Directions: In the data below, which lines hold the word "page"? Copy them.

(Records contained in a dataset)
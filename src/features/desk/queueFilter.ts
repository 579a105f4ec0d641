import type { QueueItemPartsFragment } from "~graphql/generated/graphql";
import { OVERDUE_DAYS } from "~shared/review/states";

export type QueueItem = QueueItemPartsFragment;

/** What the queue can be narrowed to; "free" is what this editor could claim now. */
export const QUEUE_PARTS = ["all", "free", "mine", "others", "barred"] as const;
export type QueuePart = (typeof QUEUE_PARTS)[number];

export const PART_WORDS: Record<QueuePart, string> = {
  all: "All",
  free: "Free to claim",
  mine: "Mine",
  others: "With others",
  barred: "Not for me",
};

const DAY_MS = 86_400_000;

/** The one part, besides "all", that a submission belongs to. */
export function partOf(item: QueueItem): Exclude<QueuePart, "all"> {
  if (item.claimedByMe) return "mine";
  if (item.barredBecause) return "barred";
  return item.claimedUntil ? "others" : "free";
}

/** Whether it has waited longer than it should. What somebody is reading waits no longer. */
export function isOverdue(item: QueueItem, now: Date): boolean {
  return (
    item.claimedUntil === null &&
    now.getTime() - new Date(item.submittedAt).getTime() > OVERDUE_DAYS * DAY_MS
  );
}

/** Letters without case and accents, so that "Muller" finds "Müller". */
function folded(text: string): string {
  return text.normalize("NFKD").replace(/\p{M}/gu, "").toLowerCase();
}

/** Whether every word stands in one of these texts. */
export function hasWords(texts: readonly (string | null | undefined)[], words: string): boolean {
  const where = folded(texts.filter(Boolean).join(" "));
  return folded(words)
    .split(/\s+/)
    .every((word) => where.includes(word));
}

/** Submissions with these words in author, title, number or place, oldest first. */
export function searched(items: readonly QueueItem[], words: string): QueueItem[] {
  return items
    .filter(({ citation, number, ordinal, place, page }) =>
      hasWords(
        [
          ...citation.authors,
          citation.shortName,
          citation.title,
          citation.key,
          `${number}.${ordinal}`,
          place,
          page ? `page ${page}` : null,
        ],
        words,
      ),
    )
    .sort((a, b) => a.submittedAt.localeCompare(b.submittedAt));
}

/** How many belong to each part. */
export function counted(items: readonly QueueItem[]): Record<QueuePart, number> {
  const counts = { all: items.length, free: 0, mine: 0, others: 0, barred: 0 };
  for (const item of items) counts[partOf(item)] += 1;
  return counts;
}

Solved problem:
    .filter(({ citation, number, ordinal, place, page }) =>
          page ? `page ${page}` : null,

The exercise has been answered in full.